Most AI agent frameworks dump every tool description, skill, and raw output into the context window — and bill you for it. Zeph takes the opposite approach: **automated context engineering**. Only relevant data enters the context. The result — lower costs, faster responses, and an agent that runs on hardware you already have.

- **Semantic skill selection** — embeds skills as vectors, retrieves only top-K relevant per query instead of injecting all
- **Smart output filtering** — command-aware filters strip 70-99% of noise before context injection; oversized responses offloaded to filesystem
- **Resilient context compaction** — reactive retry on context overflow, middle-out progressive tool response removal, 9-section structured compaction prompt, LLM-free metadata fallback
- **Tool-pair summarization** — when visible tool call/response pairs exceed a configurable cutoff, the oldest pair is summarized via LLM and originals hidden from context
- **Accurate token counting** — tiktoken-based cl100k_base tokenizer with DashMap cache replaces chars/4 heuristic
- **Proportional budget allocation** — context space distributed by purpose, not arrival order
- **Optimized agent loop hot-path** — compaction check is O(1) via cached token count; `EnvironmentContext` built once at bootstrap and partially refreshed on skill reload; doom-loop hashing done in-place with no intermediate allocations; token counting for tool output pruning reduced to a single call per part

## Installation

> [!TIP]
> ```bash
> curl -fsSL https://github.com/bug-ops/zeph/releases/latest/download/install.sh | sh
> ```

<details>
<summary>Other methods</summary>

```bash
cargo install zeph                                        # crates.io
cargo install --git https://github.com/bug-ops/zeph      # from source
docker pull ghcr.io/bug-ops/zeph:latest                  # Docker
```

Pre-built binaries: [GitHub Releases](https://github.com/bug-ops/zeph/releases/latest) · [Docker guide](https://bug-ops.github.io/zeph/guides/docker.html)

</details>

## Quick Start

```bash
zeph init          # interactive setup wizard
zeph               # run the agent
zeph --tui         # run with TUI dashboard
```

[Full setup guide →](https://bug-ops.github.io/zeph/getting-started/installation.html) · [Configuration reference →](https://bug-ops.github.io/zeph/reference/configuration.html)

## Key Features

| | |
|---|---|
| **Hybrid inference** | Ollama, Claude, OpenAI, Candle (GGUF), any OpenAI-compatible API. Multi-model orchestrator with fallback chains.
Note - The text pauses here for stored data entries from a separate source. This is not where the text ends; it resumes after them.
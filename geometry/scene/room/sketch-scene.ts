import { wallLabel, type Layout } from '../../core/layout';
import type { Point } from '../../core/point';
import { boundingBox } from '../../core/polygon';
import { add, distance, leftNormal, rightNormal, scale, subtract, unit } from '../../core/vector';
import type { DrawItem, Scene } from '../display-list';
import { readable, text } from './scene-styles';

/** Walls as they are drawn by hand, before or under the tape. Inches, room axes. */
export interface SketchWalls {
  readonly walls: readonly string[];
  readonly points: readonly Point[];
  readonly closed: boolean;
}

export interface SketchSceneOptions {
  /** `point 2` or `wall A`. */
  readonly selected?: string | null;
  /** The first corner of a room that has no walls yet. */
  readonly first?: Point | null;
}

/** An empty page to draw on, inches: a roomy kitchen. */
const PAGE = { minX: -90, minY: -80, maxX: 90, maxY: 80 };

/**
 * The walls under the pencil: lines with letters, the rough length of every wall, what each corner is meant to be, and a
 * handle at every corner.
 */
export function sketchScene(sketch: SketchWalls, layout: Layout, options: SketchSceneOptions = {}): Scene {
  const { points, closed } = sketch;
  const first: DrawItem[] = options.first ? [handle(options.first, 0, options)] : [];
  const floor: DrawItem[] =
    points.length > 2 ? [{ layer: 'frame', id: 'floor', kind: 'polygon', outline: points, fill: 'card' }] : [];
  const walls = sketch.walls.flatMap((id, i) => {
    const from = points[i];
    const to = points[closed ? (i + 1) % points.length : i + 1];
    return from && to ? wallItems(id, i, from, to, layout, options) : [];
  });
  const box = points.length > 0 ? boundingBox(points) : PAGE;
  return {
    bounds: box.maxX - box.minX < 24 && box.maxY - box.minY < 24 ? PAGE : box,
    items: [...floor, ...walls, ...angles(sketch), ...points.map((at, i) => handle(at, i, options)), ...first],
    title: 'Walls as drawn',
    alt: `${sketch.walls.length} walls drawn by hand.`,
  };
}

function wallItems(
  id: string,
  index: number,
  from: Point,
  to: Point,
  layout: Layout,
  options: SketchSceneOptions,
): DrawItem[] {
  const name = `wall ${id}`;
  const selected = options.selected === name;
  const direction = unit(from, to);
  const tag = { layer: 'walls', id: name } as const;
  const line: DrawItem = { ...tag, kind: 'line', from, to, stroke: { ink: selected ? 'chalk' : 'ink', width: 5 } };
  if (!direction) return [line];
  const inward = rightNormal(direction);
  const middle = scale(add(from, to), 0.5);
  const { turn } = readable(direction);
  const taped = layout.room.walls.find((wall) => wall.id === id)?.length[0];
  const out = leftNormal(direction);
  return [
    line,
    {
      ...tag,
      kind: 'text',
      at: middle,
      shift: [inward[0] * 26, inward[1] * 26],
      text: wallLabel(index),
      style: selected ? { ...text.wall, ink: 'chalk' } : text.wall,
      anchor: 'middle',
      middle: true,
    },
    {
      ...tag,
      kind: 'length',
      at: middle,
      shift: [out[0] * 22, out[1] * 22],
      inches: taped?.value ?? Math.round(distance(from, to)),
      step: layout.step,
      unit: true,
      style: taped ? text.number : text.fixture,
      anchor: 'middle',
      middle: true,
      turn,
    },
  ];
}

/** What each corner is drawn at, where it is not the usual 90. */
function angles({ points, closed }: SketchWalls): DrawItem[] {
  return points.flatMap((at, i): DrawItem[] => {
    const before = points[i - 1] ?? (closed ? points.at(-1) : undefined);
    const after = points[i + 1] ?? (closed ? points[0] : undefined);
    if (!before || !after) return [];
    const into = subtract(at, before);
    const out = subtract(after, at);
    const turn = Math.atan2(out[1], out[0]) - Math.atan2(into[1], into[0]);
    const interior = Math.round((((180 + (turn * 180) / Math.PI) % 360) + 360) % 360);
    if (Math.abs(interior - 90) < 1) return [];
    const way = unit([0, 0], add(unit(at, before) ?? [0, 0], unit(at, after) ?? [0, 0]));
    const inside: Point = way ? (interior > 180 ? scale(way, -1) : way) : [0, -1];
    return [
      {
        layer: 'readings',
        kind: 'text',
        at,
        shift: [inside[0] * 34, inside[1] * 34],
        text: `${interior}°`,
        style: text.fixture,
        anchor: 'middle',
        middle: true,
      },
    ];
  });
}

function handle(at: Point, index: number, { selected }: SketchSceneOptions): DrawItem {
  const on = selected === `point ${index}`;
  return { layer: 'walls', id: `point ${index}`, kind: 'mark', at, mark: on ? 'dot' : 'point', size: on ? 20 : 16, ink: on ? 'chalk' : 'ink' }; // prettier-ignore
}
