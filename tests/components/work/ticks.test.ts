import { ApiError } from '@/components/api/api-problem';
import { createTicksStore, NO_TICKS, ticksWords } from '@/components/work/ticks-store';
import { startTicksSync } from '@/components/work/ticks-sync';
import { marksAfter, type WorkAct } from '@/shared/work/work-marks';

const NOON = '2026-03-16T12:00:00.000Z';

function newStore() {
  let n = 0;
  return createTicksStore(NO_TICKS, { by: 'Tobias Reed', newId: () => `act ${++n}`, now: () => new Date(NOON) });
}

/** A server that keeps what it is sent, and can be out of reach. */
function newServer() {
  const acts: WorkAct[] = [];
  const state = { reachable: true, refuses: false, posts: 0 };
  const answer = () => {
    if (!state.reachable) throw new ApiError({ kind: 'offline' });
    return Object.values(marksAfter(acts));
  };
  const link = {
    get: () => Promise.resolve().then(answer),
    post: (sent: readonly WorkAct[]) =>
      Promise.resolve().then(() => {
        state.posts += 1;
        if (state.refuses)
          throw new ApiError({ kind: 'problem', status: 403, code: 'not_allowed', detail: '', issues: [], body: null });
        answer();
        acts.push(...sent.filter((act) => !acts.some(({ id }) => id === act.id)));
        return Object.values(marksAfter(acts));
      }),
  };
  return { acts, state, link };
}

beforeEach(() => jest.useFakeTimers());
afterEach(() => jest.useRealTimers());

const settle = (ms = 0) => jest.advanceTimersByTimeAsync(ms);

describe('ticks of a job', () => {
  it('show at once, and are with the server a moment later', async () => {
    const [store, server] = [newStore(), newServer()];
    const sync = startTicksSync(store, server.link);
    await settle();
    store.getState().act('Sand', 'done', 24);
    expect(store.getState().marks['Sand']).toMatchObject({
      doneBy: 'Tobias Reed',
      doneAt: NOON,
      readyAt: '2026-03-17T12:00:00.000Z',
    });
    await settle();
    expect(server.acts.map(({ step, act }) => [step, act])).toEqual([['Sand', 'done']]);
    expect(store.getState()).toMatchObject({ pending: [], sync: 'idle' });
    expect(ticksWords(store.getState())).toBeNull();
    sync.stop();
  });

  it('wait without signal, say how many, and go out in order when there is some', async () => {
    const [store, server] = [newStore(), newServer()];
    server.state.reachable = false;
    const sync = startTicksSync(store, server.link);
    store.getState().act('Glue up P to Q', 'start', 0);
    store.getState().act('Glue up P to Q', 'done', 2);
    await settle();
    expect(ticksWords(store.getState())).toBe('Ticked here, 2 to send');
    expect(store.getState().marks['Glue up P to Q']?.doneAt).toBe(NOON);
    server.state.reachable = true;
    await settle(120_000);
    expect(server.acts.map(({ act }) => act)).toEqual(['start', 'done']);
    expect(store.getState().pending).toEqual([]);
    sync.stop();
  });

  it('leave a step with whoever ticked it first, and bring in what others did', async () => {
    const [store, server] = [newStore(), newServer()];
    server.acts.push({ id: 'x', step: 'Load', act: 'done', at: '2026-03-16T09:00:00.000Z', waitHours: 0, by: 'Odile' });
    const sync = startTicksSync(store, server.link);
    store.getState().act('Load', 'done', 0);
    await settle();
    expect(store.getState().marks['Load']?.doneBy).toBe('Odile');
    sync.stop();
  });

  it('stay on the device when the server refuses them, and are not sent over and over', async () => {
    const [store, server] = [newStore(), newServer()];
    server.state.refuses = true;
    const sync = startTicksSync(store, server.link);
    await settle();
    store.getState().act('Load', 'done', 0);
    await settle(600_000);
    expect(store.getState().pending).toHaveLength(1);
    expect(ticksWords(store.getState())).toBe('Ticks could not be kept');
    expect(server.state.posts).toBe(1);
    sync.stop();
  });
});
Response cache with blake3 hashing and TTL. Ollama native tool calling via `llm.ollama.tool_use = true` |
| **Skills-first architecture** | YAML+Markdown skill files with semantic matching, self-learning evolution, 4-tier trust model, and compact prompt mode for small-context models |
| **Semantic memory** | SQLite + Qdrant (or embedded SQLite vector search) with MMR re-ranking, temporal decay scoring, resilient compaction (reactive retry, middle-out tool response removal, 9-section structured prompt, LLM-free fallback), durable compaction with message visibility control, tool-pair summarization (LLM-based, configurable cutoff), credential scrubbing, cross-session recall, vector retrieval, autosave assistant responses, snapshot export/import, configurable SQLite pool, background response-cache cleanup, and native `memory_search`/`memory_save` tools the model can invoke explicitly |
| **Multi-channel I/O** | CLI, Telegram, Discord, Slack, TUI — all with streaming. Vision and speech-to-text input |
| **Protocols** | MCP client (stdio + HTTP), A2A agent-to-agent communication, ACP server for IDE integration (stdio + HTTP+SSE + WebSocket, multi-session with LRU eviction, persistence, idle reaper, permission persistence, multi-modal prompts, runtime model switching, session modes (ask/architect/code), MCP server management via `ext_method`, session export/import, tool call lifecycle notifications, terminal command timeout with kill support, `UserMessageChunk` echo, `ext_notification` passthrough, `list`/`fork`/`resume` sessions behind unstable flags), sub-agent orchestration. MCP tools exposed as native `ToolDefinition`s — used via structured tool_use with Claude and OpenAI |
| **Defense-in-depth** | Shell sandbox (blocklist + confirmation patterns for process substitution, here-strings, eval), tool permissions, secret redaction, SSRF protection (HTTPS-only, DNS validation, address pinning, redirect chain re-validation), skill trust quarantine, audit logging. Secrets held in memory as `Zeroizing<String>` — wiped on drop |
| **TUI dashboard** | ratatui-based with syntax highlighting, live metrics, file picker, command palette, daemon mode |
| **Single binary** | ~15 MB, no runtime dependencies, ~50ms startup, ~20 MB idle memory |

[Architecture →](https://bug-ops.github.io/zeph/architecture/overview.html) · [Feature flags →](https://bug-ops.github.io/zeph/reference/feature-flags.html) · [Security model →](https://bug-ops.github.io/zeph/reference/security.html)

## IDE Integration (ACP)

Zeph implements the [Agent Client Protocol](https://agentclientprotocol.com/) — use it as an AI backend in Zed, Helix, VS Code, or any ACP-compatible editor via stdio, HTTP+SSE, or WebSocket transport.

```bash
zeph acp                    # stdio (editor spawns as subprocess)
zeph acp --http :8080       # HTTP+SSE (shared/remote)
zeph acp --ws :8080         # WebSocket
```

**ACP capabilities:**

- Session modes: `ask`, `code`, `architect` — switch at runtime via `set_session_mode`; editors receive `current_mode_update` notifications
- Tool call lifecycle: `InProgress` → `Completed` updates with `ToolCallContent::Terminal` for shell calls
- Terminal command timeout (default 120 s, configurable via `terminal_timeout_secs`) with `kill_terminal_command` support
- `UserMessageChunk` echo notification after each user prompt
- `ext_notification` passthrough to running sessions
- `AgentCapabilities` advertises `session_capabilities`: `list`, `fork`, `resume`
- MCP HTTP transport support in the MCP bridge
- Unsupported content blocks (Audio, ResourceLink) produce structured log warnings instead of silent drops

> [!NOTE]
> `list_sessions`, `fork_session`, and `resume_session` are gated behind the `unstable` feature flag.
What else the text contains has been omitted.